**The task:**
The answer must be an exact reproduction of the lines from the start of the records below through the line containing "plans (FILE.txt), and", and nothing more.

- - - - -

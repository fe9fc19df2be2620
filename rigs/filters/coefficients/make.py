#!/usr/bin/python3
"""Designs the coefficients of the CW-7 demonstration filters and writes them twice: as doubles, one number a line, for
plans (FILE.txt), and as the integers that the firmware stores, for C (FILE.h).

    make.py           writes the files beside this script
    make.py --check   writes nothing; fails when a file differs from what would be written

Sections are b0, b1, b2, a1, a2 of H(z) = (b0 + b1 z^-1 + b2 z^-2) / (1 + a1 z^-1 + a2 z^-2). The firmware adds its
feedback, so the headers hold -a1 and -a2. Integers are rounded half away from zero.
"""

import math
import pathlib
import sys

import numpy
from scipy import signal

SAMPLE_RATE_HZ = 1200.0
NOTCH_HZ = 50.0
NOTCH_Q = 5.0
SETTLE_CYCLES_PER_SAMPLE = 0.02
SMOOTHING_CUTOFF_HZ = 120.0
SMOOTHING_TAPS = 31

FOLDER = pathlib.Path(__file__).resolve().parent


def stored(value, fraction_bits):
    scaled = abs(value) * 2.0**fraction_bits
    return int(math.copysign(math.floor(scaled + 0.5), value))


def smoothing_taps():
    """Linear-phase low-pass, Hamming window, unity gain at 0 Hz."""
    return signal.firwin(SMOOTHING_TAPS, SMOOTHING_CUTOFF_HZ, fs=SAMPLE_RATE_HZ)


def quick_smoothing_taps():
    """A low-pass of about the same band whose taps are not symmetric: the first 24 samples of the impulse response of a
    damped second-order system (natural frequency 100 Hz, damping 0.6), scaled to unity gain at 0 Hz."""
    omega = 2.0 * math.pi * 100.0 / SAMPLE_RATE_HZ
    damping = 0.6
    damped = omega * math.sqrt(1.0 - damping**2)
    n = numpy.arange(1, 25)
    taps = numpy.exp(-damping * omega * n) * numpy.sin(damped * n)
    return taps / numpy.sum(taps)


def infeed_taps():
    """Tells an item that comes in: the newest three samples against the three before them. Taps that sum to more than 2 in
    magnitude are what an accumulator of 32 bits cannot bear at full scale."""
    return [0.9, 0.9, 0.8, -0.9, -0.9, -0.8]


def notch_sections():
    """50 Hz at 1200 Hz, quality 5: the -3 dB band is 10 Hz wide."""
    b, a = signal.iirnotch(NOTCH_HZ, NOTCH_Q, fs=SAMPLE_RATE_HZ)
    return [[*b, *a]]


def settle_sections():
    """Butterworth low-pass of order 4, two sections, corner 0.02 of the sample rate (24 Hz at 1200 Hz). The first
    section of the design carries the whole gain; it is shared out so that each has unity gain at 0 Hz, or the first
    section's output would have too few bits."""
    sections = signal.butter(4, 2.0 * SETTLE_CYCLES_PER_SAMPLE, output="sos")
    shared = []
    for b0, b1, b2, a0, a1, a2 in sections:
        gain = (a0 + a1 + a2) / (b0 + b1 + b2)
        shared.append([b0 * gain, b1 * gain, b2 * gain, a0, a1, a2])
    return shared


def quarter_taps():
    """Keeps 100 Hz of 1200 when each fourth sample is returned; 24 taps, more than the factor and a multiple of it."""
    return signal.firwin(24, 110.0, fs=SAMPLE_RATE_HZ)


def triple_taps():
    """Takes the images out when 1200 Hz becomes 3600: 24 taps, 8 for each phase, whose sum is the factor."""
    return 3.0 * signal.firwin(24, 500.0, fs=3.0 * SAMPLE_RATE_HZ)


def droop_taps():
    """Lifts what a CIC of order 3 and factor 8 lets down, before each second sample is returned."""
    return [-0.05, 0.0, 0.3, 0.5, 0.3, 0.0, -0.05]


def text_of(numbers):
    # 12 decimals: the last bits of the double differ between versions of the design program, and so does what should
    # be zero. The firmware's 30 fraction bits need 10.
    return "".join(f"{round(float(number), 12) + 0.0:.12g}\n" for number in numbers)


def header(name, what, body):
    guard = "BOARD_COEFFICIENTS_" + name.upper().replace("-", "_") + "_H"
    return (
        f"/* Written by make.py: {what} */\n#ifndef {guard}\n#define {guard}\n\n{body}\n#endif\n"
    )


def taps_files(name, what, taps, fraction_bits=15):
    text = text_of(taps)
    taps = [float(line) for line in text.split()]
    symbol = name.replace("-", "_")
    codes = [stored(tap, fraction_bits) for tap in taps]
    assert all(-32768 <= code <= 32767 for code in codes)
    rows = [codes[i : i + 10] for i in range(0, len(codes), 10)]
    lines = ",\n    ".join(", ".join(str(code) for code in row) for row in rows)
    body = (
        "#include <stdint.h>\n\n"
        f"#define {symbol.upper()}_TAPS {len(codes)}\n"
        f"static const int16_t {symbol}_taps[{symbol.upper()}_TAPS] = {{ /* Q{fraction_bits} */\n    {lines}}};\n"
    )
    return {name + ".txt": text, name + ".h": header(name, what, body)}


def section_rows(sections, number):
    rows = ["{" + ", ".join(number(sign * c) for sign, c in zip((1, 1, 1, -1, -1), row)) + "}" for row in sections]
    return ",\n    ".join(rows)


def sections_files(name, what, sections, kinds):
    flat = [c for b0, b1, b2, a0, a1, a2 in sections for c in (b0 / a0, b1 / a0, b2 / a0, a1 / a0, a2 / a0)]
    text = text_of(flat)
    flat = [float(line) for line in text.split()]
    rows = [flat[i : i + 5] for i in range(0, len(flat), 5)]
    symbol = name.replace("-", "_")
    body = "".join(f'#include "rigs/filters/biquad_{kind}.h"\n' for kind in kinds)
    body += f"\n#define {symbol.upper()}_SECTIONS {len(rows)}\n"
    for kind in kinds:
        if kind == "f32":
            comment, table = "", section_rows(rows, lambda c: repr(float(numpy.float32(c))) + "f")
        else:
            fraction_bits = {"q15": 14, "q31": 30}[kind]
            top = 2 ** (fraction_bits + 1)
            assert all(-top <= stored(s * c, fraction_bits) < top for row in rows for c in row for s in (1, -1))
            comment = f" /* Q{fraction_bits}; a1, a2 negated */"
            table = section_rows(rows, lambda c, bits=fraction_bits: str(stored(c, bits)))
        body += (
            f"static const struct biquad_{kind}_coefficients {symbol}_{kind}[{symbol.upper()}_SECTIONS] = {{{comment}\n"
            f"    {table}}};\n"
        )
    return {name + ".txt": text, name + ".h": header(name, what, body)}


def all_files():
    files = {}
    files |= taps_files("smoothing", "31-tap linear-phase low-pass, corner 120 Hz at 1200 Hz", smoothing_taps())
    files |= taps_files("quick-smoothing", "24-tap low-pass whose taps are not symmetric", quick_smoothing_taps())
    files |= taps_files("infeed", "6-tap difference of two means, gain 5.2 at most", infeed_taps())
    files |= taps_files("quarter", "24-tap low-pass for each fourth sample", quarter_taps())
    files |= taps_files("triple", "24-tap low-pass of three times the rate, gain 3", triple_taps(), 14)
    files |= taps_files("droop", "7-tap compensation of a CIC's droop", droop_taps())
    files |= sections_files("mains-notch", "50 Hz notch at 1200 Hz, quality 5", notch_sections(), ["q15"])
    files |= sections_files(
        "settle", "Butterworth low-pass, order 4, corner 0.02 of the sample rate", settle_sections(), ["q15", "q31", "f32"]
    )
    return files


def designs_header(files):
    """The doubles once more for C, so that the virtual board can store them wrongly on request."""
    body = ""
    for name, text in files.items():
        if name.endswith(".txt"):
            numbers = text.split()
            symbol = name[:-4].replace("-", "_")
            body += f"static const double {symbol}_design[{len(numbers)}] = {{\n    " + ",\n    ".join(numbers) + "};\n"
    return header("designs", "the designs in double, in the order of the text files", body)


def main():
    differing = 0
    files = all_files()
    files["designs.h"] = designs_header(files)
    for name, content in files.items():
        path = FOLDER / name
        if sys.argv[1:] == ["--check"]:
            if not path.exists() or path.read_text() != content:
                print(f"{path}: differs from what make.py writes")
                differing += 1
        else:
            path.write_text(content)
    return 1 if differing else 0


if __name__ == "__main__":
    sys.exit(main())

- - - - -

**Response to this task:**
repository fe9fc19df2be2620
filename rigs/filters/coefficients/make.py
#!/usr/bin/python3
"""Designs the coefficients of the CW-7 demonstration filters and writes them twice: as doubles, one number a line, for
plans (FILE.txt), and as the integers that the firmware stores, for C (FILE.h).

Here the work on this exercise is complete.